What you should do -> Determine the number of lines in these entries that hold the word "recorded". Give the number and nothing more.

[Stored data entries]
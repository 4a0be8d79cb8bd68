import { describe, expect, it } from "vitest";
import { defaultFilters, type RatesFilters } from "~/features/rates/filters";
import { textOf } from "~/features/rates/sentence";
import { compareReturns, type Loss, returnCurve, severityOf } from "~/features/rates/severity/severity";
import { burdenPoints, equalBurdens, returnCurves } from "~/features/rates/severity/severity-pictures";
import { severityTables } from "~/features/rates/severity/severity-tables";
import { returnWords, severityNote, severitySentence } from "~/features/rates/severity/severity-words";
import { expectInterval, expectValue } from "../../statistics/agreement";
import { cell, counts, injury, tally } from "./view";

const attended: RatesFilters = { ...defaultFilters, injuries: "medical-attention", by: "sex", per: "aes" };
const losses = (...days: (number | string)[]): Loss[] =>
  days.map((text) => ({ daysLost: Number.parseInt(String(text), 10), ongoing: String(text).endsWith("+") }));
const injuriesOf = (list: readonly Loss[], given = {}) =>
  list.map((loss, index) => injury({ id: `${index}`, ...loss, ...given }));

/** Days 4, 9, 0, 21, 2 in 1800 hours: the burden of statistics.md [R]. */
const small = counts({
  cells: [cell({ hours: 1800, aes: 900 })],
  injuries: injuriesOf(losses(4, 9, 0, 21, 2)),
});

/** Returns of statistics.md [R]: four are still out. */
const returns = losses(3, 5, 5, 8, 12, 14, "14+", 21, "28+", 30, "45+", "60+");

/** Anything a page could show of the tables. */
const written = (value: unknown): string =>
  JSON.stringify(value, (_, part) => (typeof part === "number" && !Number.isFinite(part) ? "BROKEN" : part));

describe("severity", () => {
  it("counts burden per 1000 hours, whatever unit the address has", () => {
    const { total } = severityOf(small, attended);
    expect(total.injuries).toBe(5);
    expect(total.daysLost).toBe(36);
    expect(total.burden?.estimate).toBeCloseTo(20, 10);
    expectInterval(total.burden ?? { lower: null, upper: null }, "5.63073652–71.03866405");
    // 5 in 1800 hours; limits of Garwood for 5: 1.623486 and 11.668332 [R].
    expectValue(total.rate?.estimate, "2.777778");
    expectInterval(total.rate ?? { lower: null, upper: null }, "0.901937–6.482407");
  });

  it("has the band of no day with medical attention, and not with time loss", () => {
    const withAttention = severityOf(small, attended);
    expect(withAttention.total.bands).toEqual({ "0": 1, "1-7": 2, "8-28": 2, ">28": 0 });
    expect(withAttention.bands.map(({ band, injuries }) => [band, injuries])).toEqual([
      ["0", 1],
      ["1-7", 2],
      ["8-28", 2],
      [">28", 0],
    ]);
    const withLoss = severityOf(small, { ...attended, injuries: "time-loss" });
    expect(withLoss.total.injuries).toBe(4);
    expect(withLoss.bands.map(({ band }) => band)).toEqual(["1-7", "8-28", ">28"]);
    const { columns } = severityTables(withLoss, { ...attended, injuries: "time-loss" }, () => "").groups;
    expect(columns.map(({ id }) => id)).not.toContain("band 0");
  });

  it("takes quartiles of closed injuries and never takes an ongoing one as finished", () => {
    const { total, bands } = severityOf(
      counts({ cells: [cell()], injuries: injuriesOf(returns) }),
      defaultFilters,
    );
    // Closed: 3 5 5 8 12 14 21 30. Type 7 by hand: positions 1.75, 3.5 and 5.25 from 0.
    expect(total.quartiles).toEqual({ lower: 5, median: 10, upper: 15.75 });
    expect(total.ongoing).toBe(4);
    expect(total.curve?.censored).toEqual([14, 28, 45, 60]);
    for (const [time, survival] of [
      [3, "0.9166667"],
      [5, "0.75"],
      [8, "0.6666667"],
      [12, "0.5833333"],
      [14, "0.5"],
      [21, "0.4"],
      [30, "0.2666667"],
    ] as const)
      expectValue(total.curve?.steps.find((step) => step.time === time)?.survival, survival, `${time}`);
    expect(total.curve?.median.estimate).toBe(14);
    expect(bands.map(({ injuries, ongoing }) => [injuries, ongoing])).toEqual([
      [3, 0],
      [6, 2],
      [3, 2],
    ]);
    // 3 of 12: Wilson by hand, (0.25 + z2/24 -+ z sqrt(0.1875/12 + z2/576)) / (1 + z2/12).
    expectInterval(bands[0]?.share ?? { lower: null, upper: null }, "0.25 (0.0889417–0.5323053)");
  });

  it("names a single injury above half of the days, and says to which day they go", () => {
    const severity = severityOf(small, attended);
    expect(severity.total.largestShare).toBeCloseTo(21 / 36, 12);
    expect(textOf(severitySentence(severity, attended, "The club"))).toBe(
      "The club lost 36 days to 5 injuries: 20.0 days per 1000 hours (5.6 to 71.0); half of those injured were back within 4 days (0, no upper limit). One injury makes up 58 % of the days.",
    );
    expect(textOf(severityNote(severity, attended, "2026-12-01"))).toContain(
      "Days are counted to 1 Dec 2026. None is ongoing.",
    );
  });

  it("speaks plainly of nothing, of no days, and of too little exposure", () => {
    const say = (given: Parameters<typeof counts>[0]) =>
      textOf(severitySentence(severityOf(counts(given), attended), attended, "The club"));
    expect(say({ cells: [cell({ hours: 1400 })] })).toBe(
      "The club had no injuries in 1,400 hours, so no days were lost.",
    );
    expect(say({ sessions: [] })).toContain("no session in this season that was held");
    expect(say({ cells: [cell()], injuries: injuriesOf(losses(0, 0)) })).toBe(
      "The club had 2 injuries, and none of them cost a day.",
    );
    const withheld = say({
      cells: [cell()],
      injuries: injuriesOf(losses(4, 6)),
      sessions: [tally({ recorded: 4 })],
    });
    expect(withheld).toContain("lost 10 days to 2 injuries");
    expect(withheld).not.toContain("days per 1000 hours");
    expect(withheld).toContain("too little of the exposure is recorded");
    expect(say({ cells: [cell()], injuries: injuriesOf(losses("9+", "12+")) })).toContain(
      "fewer than half of those injured are back so far",
    );
  });

  it("does not take a silent team for one without injuries, nor hours that there are not for none", () => {
    const say = (given: Parameters<typeof counts>[0]) =>
      textOf(severitySentence(severityOf(counts(given), attended), attended, "Boys U16"));
    expect(say({ silent: [cell()] })).toContain("Boys U16 has not reported: no injury is entered");
    expect(say({})).toBe("Boys U16 had no injuries and no exposure in hours, so there is no burden yet.");
    expect(say({ injuries: injuriesOf(losses(4)) })).toContain(
      "nothing can be said: there is no exposure in hours",
    );
  });

  it("gives tables without a number that is none, for nothing, one injury and many", () => {
    for (const injuries of [[], injuriesOf(losses("3+")), injuriesOf(losses(0)), injuriesOf(returns)])
      for (const by of ["sex", "area", "month", "season"] as const)
        for (const cells of [[], [cell()]]) {
          const severity = severityOf(counts({ cells, injuries }), { ...attended, by });
          const tables = severityTables(severity, { ...attended, by }, () => "/x");
          expect(written(tables)).not.toContain("BROKEN");
          expect(written([burdenPoints(severity), returnCurves(severity)])).not.toContain("BROKEN");
          for (const table of Object.values(tables))
            for (const row of table.rows)
              for (const { id } of table.columns) expect(row.cells, `${table.id} ${id}`).toBeDefined();
        }
  });

  it("says of a team that did not report nothing but that", () => {
    const silent = [cell({ teamId: "u" })];
    const teams = [
      { id: "t", name: "Girls U16", sport: "soccer", sex: "girls" },
      { id: "u", name: "Boys U16", sport: "soccer", sex: "boys" },
    ];
    const severity = severityOf(counts({ cells: [cell()], silent, teams, injuries: injuriesOf(returns) }), {
      ...attended,
      by: "team",
    });
    const row = severityTables(severity, attended, () => "/x").frequency.rows.find(({ key }) => key === "u");
    expect(Object.keys(row?.cells ?? {})).toEqual(["group", "injuries"]);
    expect(written(row)).toContain("not reported");
    expect(row?.href).toBeUndefined();
  });
});

describe("time to return by group", () => {
  const group = (sex: "female" | "male" | "not_stated", label: string) => ({
    key: sex,
    label,
    sex,
    band: null,
    teamId: null,
  });
  // Remission in weeks of two arms (Gehan 1965, in R as MASS::gehan); log-rank 16.792941 [R].
  const treated = losses(
    6,
    6,
    6,
    "6+",
    7,
    "9+",
    10,
    "10+",
    "11+",
    13,
    16,
    "17+",
    "19+",
    "20+",
    22,
    23,
    "25+",
    "32+",
    "32+",
    "34+",
    "35+",
  );
  const control = losses(1, 1, 2, 2, 3, 4, 4, 5, 5, 8, 8, 8, 8, 11, 11, 12, 12, 15, 17, 22, 23);
  const two = [
    { group: group("female", "Girls"), losses: treated },
    { group: group("male", "Boys"), losses: control },
  ];

  it("is tested by the log-rank test between two large groups", () => {
    const compared = compareReturns(two);
    // The upper tail of chi-squared with one degree of freedom at 16.792941 is 4.17e-5.
    expect(compared?.pValue).toBeGreaterThan(4.1e-5);
    expect(compared?.pValue).toBeLessThan(4.2e-5);
    const words = textOf(compared ? returnWords(compared) : []);
    expect(words).toContain("Girls, 21 injuries: half of them were back within 23 days");
    expect(words).toContain("probability below 0.001");
    expect(words).not.toContain("significant");
  });

  it("does not depend on which group comes first", () => {
    expect(compareReturns([...two].reverse())?.pValue).toBeCloseTo(compareReturns(two)?.pValue ?? 0, 15);
  });

  it("draws two or three large groups and no others", () => {
    const small = { group: group("not_stated", "Not stated"), losses: control.slice(0, 9) };
    const open = {
      group: group("not_stated", "Not stated"),
      losses: losses(...Array.from({ length: 12 }, () => "5+"), 1, 2),
    };
    expect(compareReturns([...two, small, open])?.groups).toHaveLength(2);
    expect(compareReturns([{ group: group("female", "Girls"), losses: treated }, small])).toBeNull();
    const third = { group: group("not_stated", "Not stated"), losses: control };
    const three = compareReturns([...two, third]);
    expect(three?.groups).toHaveLength(3);
    expect(three?.pValue).toBeNull();
    expect(compareReturns([...two, third, { ...third }])).toBeNull();
  });

  it("says that no time tells two groups apart that came back on one day", () => {
    const same = Array.from({ length: 10 }, () => 4);
    const compared = compareReturns([
      { group: group("female", "Girls"), losses: losses(...same) },
      { group: group("male", "Boys"), losses: losses(...same) },
    ]);
    expect(compared?.pValue).toBeNull();
    expect(textOf(compared ? returnWords(compared) : [])).toContain("No time tells the two apart.");
  });

  it("has no curve of nobody", () => expect(returnCurve([])).toBeNull());
});

describe("lines of equal burden", () => {
  const point = (x: number, y: number) => ({ label: "", x, y, events: 5 });

  it("are round and lie around the points", () => {
    const lines = equalBurdens([point(2, 10), point(4, 50)]);
    expect(lines.map(({ value }) => value)).toEqual([10, 50, 200]);
    expect(lines[0]?.label).toBe("10 days");
  });

  it("are at most four, and none without points", () => {
    expect(equalBurdens([point(0.1, 1), point(30, 400)]).length).toBeLessThanOrEqual(4);
    expect(equalBurdens([])).toEqual([]);
  });
});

Response area -> 2